▸ **Problem requirements**: Look through the entries and report how many lines include the word "parseArgs". Give the number alone.
[[ Supplied data, beginning ]]
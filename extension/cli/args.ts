/**
 * Command-line options shared by the verbs (report-contract: analyze, check, compare). Parsing uses Node's own
 * `util.parseArgs` in strict mode, so an unknown option is a one-line error, never a stack trace.
 */
import { parseArgs } from 'node:util';

/** Options every verb accepts. */
export const COMMON_OPTIONS = {
  anchors: { type: 'string' },
  map: { type: 'string' },
  reference: { type: 'string' },
  json: { type: 'boolean' },
  out: { type: 'string' },
  confidence: { type: 'string' },
  'gate-prob': { type: 'string' },
  window: { type: 'string' },
  'imu-preset': { type: 'string' },
  'time-offset': { type: 'string' },
  'memory-budget': { type: 'string' },
  'reset-at': { type: 'string', multiple: true },
  'jump-factor': { type: 'string' },
  profile: { type: 'boolean' },
  html: { type: 'string' },
  md: { type: 'string' },
  help: { type: 'boolean', short: 'h' },
} as const;

/** A bad argument: printed as one line, exit 2. */
export class UsageError extends Error {}

/** Parse argv (after the verb) with the given extra options; throws UsageError with a plain sentence. */
export function parseVerbArgs<T extends Record<string, { type: 'string' | 'boolean'; short?: string; multiple?: boolean }>>(
  argv: string[],
  extra: T,
): { values: Record<string, string | boolean | string[] | undefined>; positionals: string[] } {
  try {
    const { values, positionals } = parseArgs({ args: argv, options: { ...COMMON_OPTIONS, ...extra }, allowPositionals: true, strict: true });
    return { values: values as Record<string, string | boolean | string[] | undefined>, positionals };
  } catch (e) {
    throw new UsageError((e as Error).message.split('\n')[0]);
  }
}

/** A finite number from an option, or a UsageError naming the option. */
export function numberOption(values: Record<string, unknown>, name: string, range?: [number, number]): number | undefined {
  const raw = values[name];
  if (raw === undefined) return undefined;
  const v = Number(raw);
  if (typeof raw !== 'string' || raw.trim() === '' || !Number.isFinite(v)) throw new UsageError(`--${name} needs a number, got '${String(raw)}'`);
  if (range && (v < range[0] || v > range[1])) throw new UsageError(`--${name} must lie in [${range[0]}, ${range[1]}], got ${v}`);
  return v;
}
[[ Supplied data, end ]]
▸ **Answer box**: 3